Thus, he told the funeral home his plan was to present himself and dress as a woman when dealing with families as part of his job. The owner then, after consulting with an attorney, told Stephens that this would not work out and offered him a financial settlement in a severance package. Stephens declined the offer.

The Equal Employment Opportunity Commission then took Stephens’ complaint and filed suit in federal court over his “discharge” due to “sex and gender identity.” The district court ruled in favor of the funeral home, stating that the termination “was due to [Stephens’] transgender status or gender identity [and] those are not protected classes” under the Civil Rights Act.

The appeals court saw it otherwise, ruling that employers engage in “unlawful sex stereotyping when they administer sex-specific policies according to their employees’ sex instead of their gender identity.” Thus, according to the funeral home’s brief, “The Sixth Circuit then judicially amended the word ‘sex’ in Title VII [the Civil Rights Act] to mean ‘gender identity’ and held that ‘discrimination on the basis of transgender . . . status violates Title VII’.”

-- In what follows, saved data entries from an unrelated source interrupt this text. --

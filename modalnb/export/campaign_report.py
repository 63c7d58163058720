"""Offline HTML report of a test campaign (``campaign.html``; plotly embedded once).

Plotly is imported inside the functions, so importing this module keeps the headless core
free of plotting code. Every text from a file (set labels, statuses, label columns) is
HTML-escaped.
"""

from __future__ import annotations

import html
import math
import os
from pathlib import Path
from typing import Any

import numpy as np
import xarray as xr

from .._display import PALETTE
from .._files import atomic_write_text
from ._rows import CAUTION

__all__ = ["campaign_html", "write_campaign_report", "label_axis"]


def _e(x: Any) -> str:
    return html.escape(str(x), quote=True)


def _round(x: Any, digits: int = 4) -> str:
    """As an engineer writes it: 4 significant digits, blank for NaN."""
    if isinstance(x, (float, np.floating)):
        return "" if math.isnan(float(x)) else f"{float(x):.{digits}g}"
    return str(x)


def label_axis(ds: xr.Dataset, label: str | None = None) -> tuple[str, np.ndarray]:
    """The label the tracked modes are drawn against: `label`, else the first numeric
    manifest label, else the set's position in the manifest.

    Examples
    --------
    >>> ds = xr.Dataset(coords={"set": ["a", "b"], "temperature_c": ("set", [20.0, 30.0])})
    >>> label_axis(ds)[0]
    'temperature_c'
    """
    names = [c for c in ds.coords if c not in ("set", "mode") and ds[c].dims == ("set",)]
    if label is not None and label in names:
        return label, np.asarray(ds[label].values)
    for c in names:
        if np.issubdtype(ds[c].dtype, np.number):
            return c, np.asarray(ds[c].values)
    return "set number", np.arange(1, ds.sizes.get("set", 0) + 1)


def _figures(ds: xr.Dataset, label: str | None) -> list[Any]:
    import plotly.graph_objects as go
    from plotly.subplots import make_subplots

    name, x = label_axis(ds, label)
    sets = [str(s) for s in ds["set"].values.tolist()]
    figs = []
    for j, m in enumerate(ds["mode"].values.tolist()):
        fig = make_subplots(rows=1, cols=2, subplot_titles=(
            f"mode {m}: natural frequency [Hz]", f"mode {m}: damping ratio [%]"))
        for col, (var, scale) in enumerate((("frequency_hz", 1.0), ("damping_ratio", 100.0)), start=1):
            y = scale * np.asarray(ds[var].values[:, j], float)
            err = scale * np.asarray(ds[f"{var}_std"].values[:, j], float)
            status = [str(s) for s in ds["mode_status"].values[:, j]]
            colour = [PALETTE.error if s != "ok" else PALETTE.measured for s in status]
            fig.add_trace(go.Scatter(
                x=x, y=y, mode="markers", error_y={"type": "data", "array": err, "visible": True},
                text=[f"{_e(s)}: {_e(st)}" for s, st in zip(sets, status, strict=True)],
                hoverinfo="text+x+y", marker={"color": colour},
                name=var, showlegend=False), row=1, col=col)
            fig.update_xaxes(title_text=_e(name), row=1, col=col)
        fig.update_layout(height=330, margin={"t": 40, "b": 40})
        figs.append(fig)
    return figs


def _table(rows: list[list[Any]], columns: list[str]) -> str:
    head = "".join(f"<th>{_e(c)}</th>" for c in columns)
    body = "".join("<tr>" + "".join(f"<td>{_e(_round(v))}</td>" for v in r) + "</tr>" for r in rows)
    return f"<table><thead><tr>{head}</tr></thead><tbody>{body}</tbody></table>"


def campaign_html(ds: xr.Dataset, *, title: str = "modalnb test campaign", label: str | None = None) -> str:
    """The campaign report as one HTML string (works offline).

    Each tracked mode's frequency and damping against a label with 1-sigma error bars, the
    sets that failed or are out of tolerance, every set's status and verdict, the caution.

    Examples
    --------
    >>> ds = xr.Dataset({"set_status": ("set", ["ok"]), "verdict": ("set", [""]),
    ...                  "extra_modes": ("set", [""]), "records": ("set", ["a.nc"]),
    ...                  "n_modes": ("set", [0])}, coords={"set": ["a"], "mode": np.arange(0)})
    >>> "not a certification" in campaign_html(ds)
    True
    """
    figs = _figures(ds, label) if ds.sizes.get("mode", 0) and "frequency_hz" in ds else []
    parts = [fig.to_html(full_html=False, include_plotlyjs=(i == 0), config={"displaylogo": False})
             for i, fig in enumerate(figs)]
    sets = [str(s) for s in ds["set"].values.tolist()]
    status = [str(s) for s in ds["set_status"].values]
    verdict = [str(v) for v in ds["verdict"].values]
    flagged = [[s, st, v] for s, st, v in zip(sets, status, verdict, strict=True)
               if st != "ok" or v.startswith("fail")]
    all_rows = [[s, ds["records"].values[i], status[i], verdict[i], int(ds["n_modes"].values[i]),
                 ds["extra_modes"].values[i]] for i, s in enumerate(sets)]
    ref_rows = []
    if "reference_frequency_hz" in ds:
        for j, m in enumerate(ds["mode"].values.tolist()):
            ref_rows.append([m, float(ds["reference_frequency_hz"].values[j]),
                             100 * float(ds["reference_damping_ratio"].values[j])])
    n_ok = sum(s == "ok" for s in status)
    n_fail_v = sum(v.startswith("fail") for v in verdict)
    pal = PALETTE
    css = f"""
body{{font-family:system-ui,sans-serif;margin:1.5em auto;max-width:1100px;color:{pal.text}}}
table{{border-collapse:collapse;margin:.6em 0 1.4em}}td,th{{border:1px solid {pal.grid};padding:.25em .6em;text-align:left}}
th{{background:{pal.header}}}.caution{{border-left:5px solid {pal.error};background:{pal.caution};padding:.6em 1em}}
"""
    body = [
        f"<h1>{_e(title)}</h1>",
        f'<p class="caution"><b>Caution.</b> {_e(CAUTION)} A verdict compares measured natural '
        "frequencies with a reference and tolerances you chose; it is a screening aid, not an "
        "acceptance decision.</p>",
        f"<p>{len(sets)} sets: {n_ok} fitted, {len(sets) - n_ok} failed"
        + (f", {n_fail_v} with a failing verdict" if any(verdict) else "")
        + f". Reference: {_e(ds.attrs.get('reference', ''))}.</p>",
        "<h2>Failed and out-of-tolerance sets</h2>",
        _table(flagged, ["set", "status", "verdict"]) if flagged else "<p>None.</p>",
        "<h2>Reference modes</h2>",
        _table(ref_rows, ["mode", "natural frequency [Hz]", "damping ratio [%]"]),
        "<h2>Tracked modes</h2>",
        "<p>Error bars: 1 standard deviation of the fit. Red: missing, out of tolerance or not fitted.</p>",
        *parts,
        "<h2>Every set</h2>",
        _table(all_rows, ["set", "records", "status", "verdict", "modes", "extra modes"]),
    ]
    return ("<!DOCTYPE html>\n<html lang=\"en\"><head><meta charset=\"utf-8\">"
            f"<title>{_e(title)}</title><style>{css}</style></head><body>\n"
            + "\n".join(body) + "\n</body></html>\n")


def write_campaign_report(ds: xr.Dataset, path: str | os.PathLike[str], **kwargs: Any) -> Path:
    """Write :func:`campaign_html` to `path` atomically.

    Examples
    --------
    >>> import tempfile
    >>> ds = xr.Dataset({"set_status": ("set", ["ok"]), "verdict": ("set", [""]),
    ...                  "extra_modes": ("set", [""]), "records": ("set", ["a.nc"]),
    ...                  "n_modes": ("set", [0])}, coords={"set": ["a"], "mode": np.arange(0)})
    >>> write_campaign_report(ds, Path(tempfile.mkdtemp()) / "c.html").name
    'c.html'
    """
    return atomic_write_text(path, campaign_html(ds, **kwargs))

This case has the potential to elicit a broad opinion from the court; however, it must be noted that in most cases courts tend to try to rule as narrowly as possible. It will be interesting to see if the court gives any deference to the funeral home’s argument that Stephens’ newfound wardrobe might be a bit too much for grieving families to bear.

On the other hand, the Zarda case might not be as sweeping since there was a dispute as to the reason for the firing, unlike the funeral home’s termination of Stephens. There’s also the fact that during the pendency of the case Mr. Zarda himself was killed in a skydiving accident and his executor was allowed to replace him as a party.

We’ll keep watching to see how these cases are decided. The ramifications for issues of gender identity could be profound.